Due menti che si incontrano, rispettive derive professionali che si ricongiungono in una medesima idee di suono e di geografia apolide. Da un lato il loro essere batteristi che significa anche un rapporto con il tempo così quotidiano da permettersi il lusso della violazione della regola, violazione che puntualmente ritrova conferme. E poi il nord, le sospensioni, voci corali, lontananze e industrie. Sergio Tentella e Davide Savarese sono i PITCH3S in questa nuova nascita insieme, con un disco di soli 5 brani davvero molto interessante dal titolo “Δόξα (Dòxa)” che in qualche modo invita al dualismo di vedute, di esistenza e non esistenza… la filosofia del tutto sposa la forma canzone e la sperimentazione.
Il divario tra suono acustico e quello digitale. Un disco che somiglia più ad un incontro, ad una mescolanza… ne esce una terza dimensione. Che ne pensate?
Sicuramente è una cosa che non ci siamo prefissati di fare, ma è descrittiva dell’ep in pieno, così come della musica odierna. Probabilmente è soprattutto la modalità di approccio allo strumento che oggi determina una lontananza tra suono acustico e digitale. Da batteristi ci viene da citare il lavoro di Deantoni Parks o di Jojo Mayer: approcciare lo strumento acustico in maniera “digitale” per così dire, aiuta già ad annullare questo divario alla fonte. E’ ciò che abbiamo cercato di fare su Dòxa.

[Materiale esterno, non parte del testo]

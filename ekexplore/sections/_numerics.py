"""The 2D problems on a section mesh, in scaled units.

Lengths are scaled by the reference length L, the potential by kT/e
(phi = e psi / kT). On a :class:`~ekexplore.sections._mesh.Mesh` with
stiffness K, lumped nodal areas m and lumped wall lengths b:

* flow:      K u = m            (u = 0 on the wall), so u_p = (G L^2/eta) u;
* potential: K phi = (kappa L)^2 m g(phi) + s b,  g = sum_i w_i exp(-z_i phi),
  with w_i = z_i c_i / sum_j z_j^2 c_j, phi = phi_wall on a constant-potential
  wall, and s = sigma L / (eps kT/e) on a constant-charge wall (then the
  wall nodes are unknowns too). The Debye-Hueckel model replaces g by -phi.

The nonlinear problem is the minimum of the convex energy
0.5 phi.K.phi + (kappa L)^2 sum_j m_j sum_i (w_i/z_i) exp(-z_i phi_j) - s b.phi,
so Newton's method with a backtracking line search on that energy
converges from any start.
"""
from __future__ import annotations

import numpy as np
import scipy.sparse as sp

from ._mesh import factorize

__all__ = ["flow_profile", "harmonic_extension", "solve_potential"]

_NEWTON_TOL = 1e-12
_NEWTON_MAXIT = 80


def flow_profile(mesh):
    """Scaled Poiseuille profile u (K u = m, u = 0 on the wall), cached on the mesh."""
    u = getattr(mesh, "_flow", None)
    if u is None:
        u = np.zeros(mesh.n_nodes)
        u[mesh.interior] = mesh.lu_dirichlet.solve(mesh.m[mesh.interior])
        mesh._flow = u
    return u


def harmonic_extension(mesh, phi):
    """Discrete harmonic function equal to ``phi`` on the wall nodes."""
    h = np.array(phi, dtype=float)
    wall = mesh.wall
    h[mesh.interior] = mesh.lu_dirichlet.solve(-(mesh.K_IB @ phi[wall]))
    return h


def _dot(a, b):
    """Inner product without BLAS (avoids thread start-up cost on short vectors)."""
    return float(np.einsum("i,i->", a, b))


def _g(phi, w, z):
    """g = sum_i w_i exp(-z_i phi) and its derivative -dg/dphi = sum w_i z_i exp(-z_i phi)."""
    g = np.zeros_like(phi)
    dg = np.zeros_like(phi)
    for wi, zi in zip(w, z):
        e = np.exp(-zi * phi)
        g += wi * e
        dg += wi * zi * e
    return g, dg


def _energy(K, m, kl2, w, z, phi, sb):
    pot = np.zeros_like(phi)
    for wi, zi in zip(w, z):
        pot += (wi / zi) * np.exp(-zi * phi)
    return 0.5 * _dot(phi, K @ phi) + kl2 * _dot(m, pot) - _dot(sb, phi)


def _pcg(A, b, precond, rtol=1e-13, maxiter=30):
    """Preconditioned conjugate gradients for SPD A; returns (x, converged)."""
    x = precond(b)
    r = b - A @ x
    z = precond(r)
    p = z.copy()
    rz = _dot(r, z)
    bnorm = np.sqrt(_dot(b, b))
    for _ in range(maxiter):
        if np.sqrt(_dot(r, r)) <= rtol * bnorm:
            return x, True
        Ap = A @ p
        alpha = rz / _dot(p, Ap)
        x += alpha * p
        r -= alpha * Ap
        z = precond(r)
        rz_new = _dot(r, z)
        p = z + (rz_new / rz) * p
        rz = rz_new
    return x, np.sqrt(_dot(r, r)) <= rtol * bnorm


def solve_potential(mesh, kl2, w, z, condition, value, model, guess=None):
    """Scaled potential phi at the nodes.

    Parameters
    ----------
    mesh : Mesh
    kl2 : float
        (kappa L)^2.
    w, z : ndarray
        Charge weights z_i c_i / sum z_j^2 c_j and valences, shape (n,).
    condition : "potential" or "charge"
    value : float
        Scaled wall potential e zeta / kT, or scaled charge s = sigma L e/(eps k T).
    model : "dh" or "pb"
    guess : ndarray, optional
        Start of the Newton iteration (pb), e.g. a coarser solution.

    Returns
    -------
    phi : ndarray
        Nodal scaled potential.
    info : dict
        Newton iterations and the final update norm.
    """
    K, m = mesh.K, mesh.m
    keep = w != 0
    w, z = w[keep], z[keep]
    if condition == "potential":
        idx = mesh.interior
        A = mesh.K_II
        phi = np.full(mesh.n_nodes, float(value))
        sb = np.zeros(mesh.n_nodes)
    else:
        idx = np.arange(mesh.n_nodes)
        A = K
        sb = value * mesh.b
    if guess is not None and model == "pb":
        phi = np.array(guess, dtype=float)
        if condition == "potential":
            phi[mesh.wall] = value
    elif condition == "potential":
        # Debye-Hueckel start (exact answer for the dh model)
        rhs = -kl2 * m[idx] * value
        lu = factorize((A + sp.diags(kl2 * m[idx])).tocsc())
        phi[idx] = value + lu.solve(rhs)
        if model == "dh":
            return phi, {"iterations": 1, "update": 0.0}
        # Gouy-Chapman shaped start: keeps the Newton path short at high |zeta|
        f = np.clip((phi - 0.0) / value, 0.0, 1.0) if value != 0 else np.zeros_like(phi)
        zm = np.max(np.abs(z))
        phi = 4.0 / zm * np.arctanh(np.tanh(zm * value / 4.0) * f)
    else:
        lu = factorize((K + sp.diags(kl2 * m)).tocsc())
        phi = lu.solve(sb)
        if model == "dh":
            return phi, {"iterations": 1, "update": 0.0}
    mI = m[idx]
    E0 = _energy(K, m, kl2, w, z, phi, sb)
    update = np.inf
    lu = None
    for it in range(1, _NEWTON_MAXIT + 1):
        g, dg = _g(phi[idx], w, z)
        res = (K @ phi)[idx] - kl2 * mI * g - sb[idx]
        J = (A + sp.diags(kl2 * mI * dg)).tocsc()
        d = None
        if lu is not None:
            # inexact Newton: conjugate gradients preconditioned by the last factorisation
            d, ok = _pcg(J, -res, lu.solve)
            if not ok:
                d = None
        if d is None:
            lu = factorize(J)
            d = -lu.solve(res)
        step = 1.0
        trial = phi.copy()
        for _ in range(40):
            trial[idx] = phi[idx] + step * d
            E1 = _energy(K, m, kl2, w, z, trial, sb)
            if E1 <= E0 + 1e-4 * step * _dot(res, d) + 1e-13 * abs(E0) or step < 1e-10:
                break
            step *= 0.5
        phi, E0 = trial, E1
        update = step * np.max(np.abs(d))
        if update < _NEWTON_TOL * max(1.0, np.max(np.abs(phi))):
            break
    else:
        raise FloatingPointError(
            f"internal error: 2D Poisson-Boltzmann Newton did not converge "
            f"(last update {update:.3g}); please report the inputs")
    return phi, {"iterations": it, "update": update}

Dopo numerosi ascolti firmati da Sergio Tentella, è inevitabile non risentire quel certo gusto come ad esempio quei disegni ritmici che aprono il disco e che ritroviamo qua e la per tutto l’ascolto. Un marchio di fabbrica vero e proprio se non erro… vero?
Se c’è riconoscibilità, c’è una voce con un proprio senso e questo ci fa molto piacere.
I suoni del nord, questo post rock che molto mi fa anche pensare molto (paradossalmente) ai ghiacci dei Placebo o alle aperture dei Radiohead. Da dove nasce invece questa direzione?
Hai citato sicuramente una grossa influenza, i Radiohead. Tutto ciò che è musica nordeuropea ci ha sempre affascinato non solo esteticamente; è un po’ aver ritrovato una parte importante di noi stessi in una cultura abbastanza lontana dalla nostra. È una codifica tramite la quale tradurre i nostri pensieri ci riesce in modo molto naturale. La spontaneità è la chiave per capire la direzione. Non è una nostra scelta bensì una conseguenza di ciò che siamo.
Bellissimo il video di “In my head”. Bellissimo questo dualismo che torna sempre. Come acustico e digitale. Quanto c’è di biografico dentro tutto il lavoro? E dalla forma canzone pop che spesso è parte integrante della vostra vita professionale, quanto avete preso?
Di biografico c’è parecchio, non solo nei video. Molti testi sono figli dell’esperienza diretta in fasi della nostra vita recente abbastanza complicate, imbrigliati in una forma che è sgorgata in maniera libera ed incondizionata. Di questa forma, c’è anche un po’ di forma canzone ovviamente.
Forse questo è l’unico tassello sul quale abbiamo praticato una scelta volontaria e consapevole:
quella di non voler scadere in un prestampato che condizionasse la scrittura.
Non volevamo dirci “ok allora facciamo ABABC e chiudiamo”, volevamo semplicemente rendere il più fluido possibile il passaggio tra le varie parti, e se ciò avesse richiesto l’uso di una struttura convenzionale a posteriori non ci saremmo opposti. L’importante era mantenere alto un certo grado di naturalità e di non forzare mai una struttura secondo un dato canone stilistico, “Gift” o “Agafia” sono due esempi calzanti.